# Stubbborn Teenage V?



## danikinney (May 26, 2012)

Hello, I haven't posted in a long while! We have a v who is nearing the year and a half mark. She WAS completely crate trained- would go in there no problem since she knows she will get a treat. Until recently, about 6 weeks ago she started to resist going into her crate when told to go in. So I bought some salami and used that for a couple weeks to get her in and we were back on track even without the salami! And now she will not listen at all! Night time is the worst, I have to lift her and push her in- she does her very best to squirm out of my arms. She has even gone for my wrist as if to bite me....but she didn't. And I treated her like I was her mother and she knew right away to never do that again. Is this just a teenage thing? We have no idea what made her change, it's almost like she's scared to go in there. Tail is completely between her legs and she is sometimes shaking. We would like to eventually leave her out of the crate at night time, but right now I don't want her to make the decision because that means she won! I think we need to get over this teenager stage before allowing her to have the run of the house Thanks!


----------



## mlwindc (Feb 8, 2013)

I don't have any advice, but we have a 10 month old male V who is doing the same thing. He happily goes into his kennel all day... but suddenly does not want to go in at night. ONLY AT NIGHT. My husband had to trick him into getting in last night. We aren't ready to have him out at night yet -- any suggestions from the pros?


----------



## redbirddog (Apr 23, 2010)

The teen years can be tough. You can leave nothing for them to decide for themselves. You do all the thinking. All commands are direct and with authority. No wishy-washy tone in your voice. You say it = you mean it.

As far as the crate, a way to get the crate associated with good times.

Suggestion. Put a crate in your car and whenever you go good places she rides in the crate. Bailey, our field trial Vizsla, spent hours in crates going to and from field trials with me and also with professional handlers. It was his home away from home. When he wants some peace and quiet now he just goes in and chills out. We also have a nice sleeping bag in there for him to relax on or in. At 9:00, when I go to bed he lets me know it's time and he leads me to the bedroom and into the crate waiting for me to close him in for the night.

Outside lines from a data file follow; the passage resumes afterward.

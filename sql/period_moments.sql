-- period_moments: per-period count, sums and sums of products of the design columns (for
-- period effects in pooled and differenced regressions: indicators need only these).
-- inputs:  {{rows}}       used rows (design or differenced);
--          {{aggregates}} count(*) AS n, min/max(k_period), sum(z_j) AS s_j, sum(z_j * z_l) AS p_j_l,
--                         count(DISTINCT k_unit) AS n_units.
-- params:  $s_j shifts.
-- output:  one row per period.
SELECT k_period AS period, {{aggregates}}
FROM ({{rows}}) AS r
GROUP BY k_period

Come to the car with her on leash. Take off leash and say "crate" and have her jump in.

She exits the crate when you put the leash on. When it is time to get in the car after a fun run or hike say "crate" as she jumps in for the trip home. At home same thing and once inside give her treats and loving.

Video of my dogs getting in their travel crate. 

http://redbirddog.blogspot.com/2013/06/small-safe-travel-crates-for-vizslas.html

RBD


----------



## lonestar (Jun 2, 2013)

I've always found the "teenage thing" to be overrated. Like humans, there's this basic distraction caused by those hormones, but they're still yours, they still remember all that good stuff you've taught them, and most importantly, they still have that bond. The task is to get past their distraction by not getting into a control struggle, to realize they're still doing the best they can, but they need a little more patience and a little more clarity and consistency.

That said, I not entirely sure what you're seeing here is a result of hormones or just plain awareness that crate time=yuck. If you've started to rely on the crate for more than good space that exclusively hers, then she has figured it out and decided that she doesnt want anything to do with it.

Rather than create drama and a control struggle, start by reframing the crate in a more positive way, feed her there, give her cool snacks and treats there, etc. So she can start associating it with a safe den rather than a cage.


----------



## danikinney (May 26, 2012)

Thanks so much for your input Yes we are working to keep it as a positive environment as it always has been. I am now throwing special treats in there through the day and we feed her in there now as well. I am home with a baby and work from home so it's not like Ruby spends 8 hours a day in there. I do try to have her in there a few hours a day so she doesn't forget how to be crated. But when I'm home, I like to have her out of the crate because that's why we have a dog I will keep up with the special treats and hopefully we can get our very good girl Ruby back....crate time is becoming stressful for me and her and of course she really doesn't want to go in! She's been known to swallow socks and baby wipes so I'm not ready to let her roam the house for a missed sock....especially when we aren't home! Thanks for your comments


----------



## datacan (May 15, 2011)

Would love to answer in depth, alas, I have no time :-[


----------



## born36 (Jun 28, 2011)

As soon as you start pushing her in the crate you are already losing. 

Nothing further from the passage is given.